From journalist in Sana'a
https://nitter.net/Ymawryy/status/1748626517796552880#m
Do the Houthis have the ability to shut down the Straight of Hormuz? I guess for all these it would just take a pirate crew to take a few ships and the insurance companies won't cover trips made there. But that's a lot of distance from Houthis home port.
can't say I see what the point of blocking the Suez at this point would be, unless you just wanted to fuck over Eliat in particular. I guess Jeddah might send ships through there? Iraqi and Syrian groups might be able to score some hits on Suez as they're closer, though Ansarallah does seem to have the capability of hitting it or very close to it, even if many of the missiles would get shot down.
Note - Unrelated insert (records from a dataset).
"""The command line: exit codes, formats, error messages without tracebacks."""

from __future__ import annotations

import json
import subprocess
import sys

from derate.cli import main
from tests.conftest import NETLISTS


def test_lint_clean_exits_0(capsys):
    assert main(["lint", "--no-color", str(NETLISTS / "hierarchy.cir")]) == 0
    out = capsys.readouterr().out
    assert "0 error(s)" in out


def test_lint_errors_exit_1_and_json(write, capsys):
    p = write("f.cir", "f\nV1 a 0 5\nR1 a 0 1k\nC1 a x 1u\nC2 x 0 1u\n.end\n")
    assert main(["lint", "--format", "json", str(p)]) == 1
    doc = json.loads(capsys.readouterr().out)
    assert doc["findings"][0]["rule"] == "topology.no-dc-path"
    assert doc["findings"][0]["line"] == 4 and doc["elements"] == 4


def test_bad_netlist_exits_2_with_file_line_and_no_traceback(write, capsys):
    p = write("bad.cir", "t\nR1 a\n.end\n")
    assert main(["lint", str(p)]) == 2
    err = capsys.readouterr().err
    assert "bad.cir:2:" in err and "R1 a" in err and "Traceback" not in err


def test_missing_file_exits_2(tmp_path, capsys):
    assert main(["lint", str(tmp_path / "nope.cir")]) == 2
    assert "not found" in capsys.readouterr().err


def test_no_color_env_and_quiet(write, monkeypatch, capsys):
    p = write("f.cir", "f\nV1 a 0 5\nR1 a 0 1k\nC1 a x 1u\nC2 x 0 1u\n.end\n")
    monkeypatch.setenv("NO_COLOR", "1")
    main(["lint", str(p)])
    assert "\x1b[" not in capsys.readouterr().out
    # --quiet: silent when clean, one line per error otherwise (a pre-commit hook's log says why)
    assert main(["lint", "--quiet", str(p)]) == 1
    assert capsys.readouterr().out.splitlines() == [f"{p}:4: error topology.no-dc-path: " + _no_dc_message(p)]
    assert main(["lint", "--quiet", str(NETLISTS / "hierarchy.cir")]) == 0
    assert capsys.readouterr().out == ""


def _no_dc_message(p):
    from derate.api import lint
    return lint(p).errors[0].message


def test_lint_takes_many_netlists(write, capsys):
    """The pre-commit hook passes every changed netlist at once (issue 13)."""
    good = NETLISTS / "hierarchy.cir"
    bad = write("f.cir", "f\nV1 a 0 5\nR1 a 0 1k\nC1 a x 1u\nC2 x 0 1u\n.end\n")
    assert main(["lint", "--no-color", str(good), str(good)]) == 0
    assert capsys.readouterr().out.count("0 error(s)") == 2
    assert main(["lint", "--no-color", str(good), str(bad)]) == 1
    out = capsys.readouterr().out
    assert "hierarchy.cir" in out and "f.cir" in out and "topology.no-dc-path" in out
    assert main(["lint", "--format", "json", str(good), str(bad)]) == 1
    docs = json.loads(capsys.readouterr().out)
    assert [any(f["severity"] == "error" for f in d["findings"]) for d in docs] == [False, True]


def test_python_dash_m_and_help_lists_exit_codes():
    res = subprocess.run([sys.executable, "-m", "derate", "lint", "--help"], capture_output=True, text=True)
    assert res.returncode == 0
    assert "exit codes" in res.stdout and "simulation failure" in res.stdout


def test_example_board_lints_without_errors(capsys):
    from pathlib import Path
    board = Path(__file__).parents[1] / "examples" / "irrigation-controller" / "board.cir"
    assert main(["lint", "--no-color", str(board)]) == 0
    out = capsys.readouterr().out
    assert "0 error(s)" in out


def test_report_url_must_be_a_web_address(capsys):
    import pytest
    for bad in ("javascript:alert(1)", "file:///etc/passwd", "https://ok.example/a b", "reports/"):
        with pytest.raises(SystemExit) as exc:
            main(["check", "--report-url", bad, "derate.yaml"])
        assert exc.value.code == 2
        assert "expected an http:// or https:// address" in capsys.readouterr().err


def test_line_100_is_a_line_number_not_an_emoji(write, capsys):
    """':100:' in 'f.cir:100: error' must print as written (the console renders no emoji codes)."""
    filler = "".join(f"R{k} a 0 1k\n" for k in range(97))
    p = write("f.cir", "f\nV1 a 0 5\n" + filler + "C1 a x 1u\nC2 x 0 1u\n.end\n")
    assert main(["lint", "--quiet", "--no-color", str(p)]) == 1
    out = capsys.readouterr().out
    assert f"{p}:100: error topology.no-dc-path" in out and "\U0001f4af" not in out


def test_output_and_format_that_disagree_are_refused_before_simulating(tmp_path, capsys):
    """`-o single.json` with two formats once made a folder named single.json; `--format json -o x.html`
    wrote JSON into x.html.  Both are now input errors (exit 2) naming the output."""
    project = tmp_path / "derate.yaml"
    (tmp_path / "board.cir").write_text("t\nV1 a 0 SIN(0 1 1k)\nR1 a b 1k\nC1 b 0 1u\n.tran 1u 2m\n.end\n")
    project.write_text("netlist: board.cir\n")
    for args, says in ((["--format", "json", "--format", "sarif", "-o", str(tmp_path / "single.json")],
                        "2 formats need a folder"),
                       (["--format", "json", "-o", str(tmp_path / "x.html")], "--format json writes json")):
        assert main(["check", "--no-color", "--no-cache", str(project), *args]) == 2
        err = capsys.readouterr().err
        assert says in err and "Traceback" not in err
    assert not (tmp_path / "single.json").exists() and not (tmp_path / "x.html").exists()
    # what agrees is written: a SARIF file named .sarif.json, several formats into a folder
    assert main(["check", "--no-color", "--no-cache", str(project), "--format", "sarif", "-o",
                 str(tmp_path / "r.sarif.json")]) in (0, 1)
    assert json.loads((tmp_path / "r.sarif.json").read_text())["version"] == "2.1.0"


def test_one_scenario_one_capacitor_and_a_report_that_never_fails_the_job(tmp_path, capsys):
    """--scenario and --only narrow a run while iterating; --fail-on never writes the reports and exits 0;
    names that match nothing are input errors listing what exists."""
    (tmp_path / "board.cir").write_text("greenhouse vent filter\nV1 a 0 SIN(0 20 1k)\nR1 a b 10\nC1 b 0 1u\n"
                                        "R2 b c 10\nC2 c 0 1u\n.tran 1u 3m\n.end\n")
    (tmp_path / "parts.yaml").write_text("parts:\n  C1: {technology: ceramic-class1, rated_voltage_v: 10}\n"
                                         "  C2: {technology: ceramic-class1, rated_voltage_v: 100}\n")
    (tmp_path / "derate.yaml").write_text("netlist: board.cir\nparts: parts.yaml\nscenarios:\n"
                                          "  - {name: cold, temperature_c: -20}\n  - {name: hot, temperature_c: 60}\n")
    project = str(tmp_path / "derate.yaml")
    out = tmp_path / "r.json"
    assert main(["check", "--no-color", "--quiet", project, "--scenario", "h*", "--only", "C2",
                 "--format", "json", "-o", str(out)]) == 0  # C2 passes; C1 (which fails) is not selected
    record = json.loads(out.read_text())
    assert [sc["name"] for sc in record["scenarios"]] == ["hot"]
    assert [c["reference"] for c in record["capacitors"]] == ["C2"]
    capsys.readouterr()
    main(["check", "--no-color", project, "--scenario", "hot", "--only", "C2"])
    assert "not reviewed: C1 (not selected (--only))" in capsys.readouterr().out  # named, not only counted
    assert main(["check", "--no-color", "--quiet", project, "--format", "json", "-o", str(out)]) == 1
    assert main(["check", "--no-color", "--quiet", project, "--fail-on", "never", "--format", "json",
                 "-o", str(out)]) == 0
    record = json.loads(out.read_text())
    # the report does not pretend: the verdict is fail, only the exit code is 0
    assert record["summary"]["verdict"] == "fail" and record["summary"]["exit_code"] == 0
    assert record["project"]["fail_on"] == "never"
    capsys.readouterr()
    assert main(["check", "--no-color", project, "--scenario", "warm"]) == 2
    assert "--scenario warm matches no scenario (scenarios: cold, hot)" in capsys.readouterr().err
    assert main(["check", "--no-color", project, "--only", "C9"]) == 2
    assert "--only c9 names no capacitor of the netlist" in capsys.readouterr().err


def test_a_run_outside_a_terminal_logs_each_scenario_as_it_ends(tmp_path, capsys):
    """CI systems kill jobs that print nothing for a while, and people watch logs: one line per
    scenario on stderr as it ends (none with --quiet)."""
    (tmp_path / "board.cir").write_text("t\nV1 a 0 SIN(0 1 1k)\nR1 a b 1k\nC1 b 0 1u\n.tran 1u 3m\n.end\n")
    (tmp_path / "derate.yaml").write_text("netlist: board.cir\nscenarios: [{name: cold, temperature_c: -20}, "
                                          "{name: hot, temperature_c: 60}]\n")
    main(["check", "--no-color", "--no-cache", str(tmp_path / "derate.yaml")])
    err = capsys.readouterr().err
    lines = [ln for ln in err.splitlines() if ln.startswith("scenario ")]
    assert sorted(ln.split(" ended")[0] for ln in lines) == ["scenario 1/2 cold", "scenario 2/2 hot"] or \
        sorted(ln.split(" ended")[0].split(" ", 2)[2] for ln in lines) == ["cold", "hot"]
    main(["check", "--no-color", "--quiet", str(tmp_path / "derate.yaml")])
    assert "ended" not in capsys.readouterr().err


def test_a_run_served_from_the_cache_still_names_its_ngspice(tmp_path):
    """Cached results carry the version of the ngspice that made them; the reports' footer said
    'ngspice ?' when every scenario came from the cache."""
    import derate

    (tmp_path / "board.cir").write_text("t\nV1 a 0 SIN(0 1 1k)\nR1 a b 1k\nC1 b 0 1u\n.tran 1u 3m\n.end\n")
    (tmp_path / "derate.yaml").write_text("netlist: board.cir\n")
    options = derate.ReviewOptions(cache_dir=tmp_path / "cache")
    first = derate.review(derate.load_project(tmp_path / "derate.yaml"), options)
    again = derate.review(derate.load_project(tmp_path / "derate.yaml"), options)
    assert all(r.from_cache for r in again.run.results)
    assert again.run.ngspice_version == first.run.ngspice_version != ""


def test_lint_warnings_reach_every_report(tmp_path, capsys):
    """A lint warning (a net with one connection) used to appear in none of the terminal, Markdown and
    HTML reports; it is said in each, once."""
    (tmp_path / "board.cir").write_text("t\nV1 a 0 SIN(0 1 1k)\nR1 a b 1k\nC1 b 0 1u\nR9 b y 1k\n.tran 1u 2m\n.end\n")
    (tmp_path / "derate.yaml").write_text("netlist: board.cir\n")
    project = str(tmp_path / "derate.yaml")
    main(["check", "--no-color", project])
    assert capsys.readouterr().out.count("topology.single-pin-net") == 1
    for fmt in ("markdown", "html"):
        main(["check", "--no-color", "--quiet", project, "--format", fmt])
        assert capsys.readouterr().out.count("topology.single-pin-net") == 1, fmt


def test_the_lint_hook_skips_a_kicad_layout_netlist_with_a_net_suffix(tmp_path, capsys):
    """The pre-commit hook matches .net files, and KiCad's layout netlist is a .net that is no SPICE
    deck: the hook's lint skips it (saying so) and still checks the SPICE decks beside it."""
    import yaml as _yaml
    from pathlib import Path as _Path

    hooks = _yaml.safe_load((_Path(__file__).parents[1] / ".pre-commit-hooks.yaml").read_text())
    entry = next(h["entry"] for h in hooks if h["id"] == "derate-lint").split()
    assert entry[:2] == ["derate", "lint"] and "--skip-other-formats" in entry
    layout = tmp_path / "board.net"
    layout.write_text('(export (version "E")\n  (design (source "hub.kicad_sch"))\n  (components))\n')
    deck = tmp_path / "filter.cir"
    deck.write_text("t\nV1 a 0 SIN(0 1 1k)\nR1 a b 1k\nC1 b 0 1u\n.tran 1u 2m\n.end\n")
    assert main(["lint", *entry[2:], str(layout), str(deck)]) == 0
    assert main(["lint", "--no-color", "--skip-other-formats", str(layout)]) == 0
    assert "skipped" in capsys.readouterr().err
    assert main(["lint", "--no-color", str(layout)]) == 2  # asked for by name without the hook's flag: an error
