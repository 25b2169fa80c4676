"""Atomic writes: a report is written whole or not at all."""

from __future__ import annotations

import os

import pytest

from derate.fileio import write_atomic


def test_write_atomic_replaces_whole(tmp_path):
    target = tmp_path / "sub" / "r.json"
    write_atomic(target, "first")
    write_atomic(target, b"second")
    assert target.read_text() == "second"
    assert [p.name for p in target.parent.iterdir()] == ["r.json"]


def test_failure_leaves_old_file_and_no_temp(tmp_path, monkeypatch):
    target = tmp_path / "r.json"
    target.write_text("old")

    def boom(src, dst):
        raise OSError("disk full")
    monkeypatch.setattr(os, "replace", boom)
    with pytest.raises(OSError):
        write_atomic(target, "new")
    assert target.read_text() == "old"
    assert [p.name for p in tmp_path.iterdir()] == ["r.json"]


def test_read_capped_reads_to_the_end_or_one_byte_past_the_limit(tmp_path):
    import os
    import threading
    import tracemalloc

    from derate.fileio import read_capped

    for size in (0, 10, 100, 101, 5000):
        p = tmp_path / f"f{size}"
        p.write_bytes(b"x" * size)
        with open(p, "rb") as fh:
            got = read_capped(fh, 100)
        assert got == b"x" * min(size, 101)  # 101 bytes: the caller sees it is over the limit
    # the buffer follows the file, not the limit (a 512 MB limit must not reserve 512 MB)
    small = tmp_path / "small"
    small.write_bytes(b"y" * 1000)
    tracemalloc.start()
    with open(small, "rb") as fh:
        assert read_capped(fh, 512 * 2 ** 20) == b"y" * 1000
    peak = tracemalloc.get_traced_memory()[1]
    tracemalloc.stop()
    assert peak < 2 ** 20
    # a pipe has no size: read in steps to its end, or one byte past the limit
    def feed(fd: int, total: int) -> None:
        with open(fd, "wb") as out:
            try:
                out.write(b"z" * total)
            except BrokenPipeError:  # the reader stopped one byte past the limit
                pass

    for total in (3 << 20, 10):
        r, w = os.pipe()
        writer = threading.Thread(target=feed, args=(w, total))
        writer.start()
        with open(r, "rb") as fh:
            got = read_capped(fh, 2 << 20)
        writer.join()
        assert got == b"z" * min(total, (2 << 20) + 1)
meanwhile, Hormuz would be a juicy target but I feel like that's only gonna be hit if Israel starts actually invading southern Lebanon and the war expands even further. right now, Israel still seems way too afraid to attack Hezbollah, and for good reason, as launching attacks into the terrain of southern Lebanon which is crisscrossed by tunnels and fortified positions and plentiful ATGMs would be a great way to destroy an army that is already experiencing exhaustion from trying and failing to hold Gaza. I still think Israel will eventually try it because they'll feel forced to and are totally unwilling to back down even a little bit, but given all the threats that Israel has made over the last few months that haven't been fulfilled and then have been laughed at by Hezbollah, you can really tell that Zyklon Bibi and his band of merry turbofascists are really shitting bricks over the prospects of a war there
For Suez, maybe the goal is to put pressure on the Saudis, because closing all three straights leaves them effectively landlocked. I don't know any other good reason for this, other than your Jeddah suggestion.
The spice will NOT flow.
Hormuz seems like it would take Iran to be actively involved
I always thought Hormuz was Iran's ult and they don't want to pop it off to draw the Great Satan's ire closer to home.
Yes exactly. I don't think Hezbollah and ansarallah could block it alone
There's a difference, I think, between a naval blockade and area denial for commercial shipping. They may not have the oomf for the former, but the latter might only take 3-4 ships getting boarded and/or sunk to accomplish.
They need to play much more carefully in hormuz though. Oil leaving there goes to China and east Asia. It's all well and good to say that they won't target ships going to China, but blockade of any kind in that area adds instability that China absolutely doesn't want.
He's not saying blockade, he's saying close the straight to hostile ships while leaving it open for others. Chinese, Russian, Indian, etc ships still traverse the Bab al Mandeb.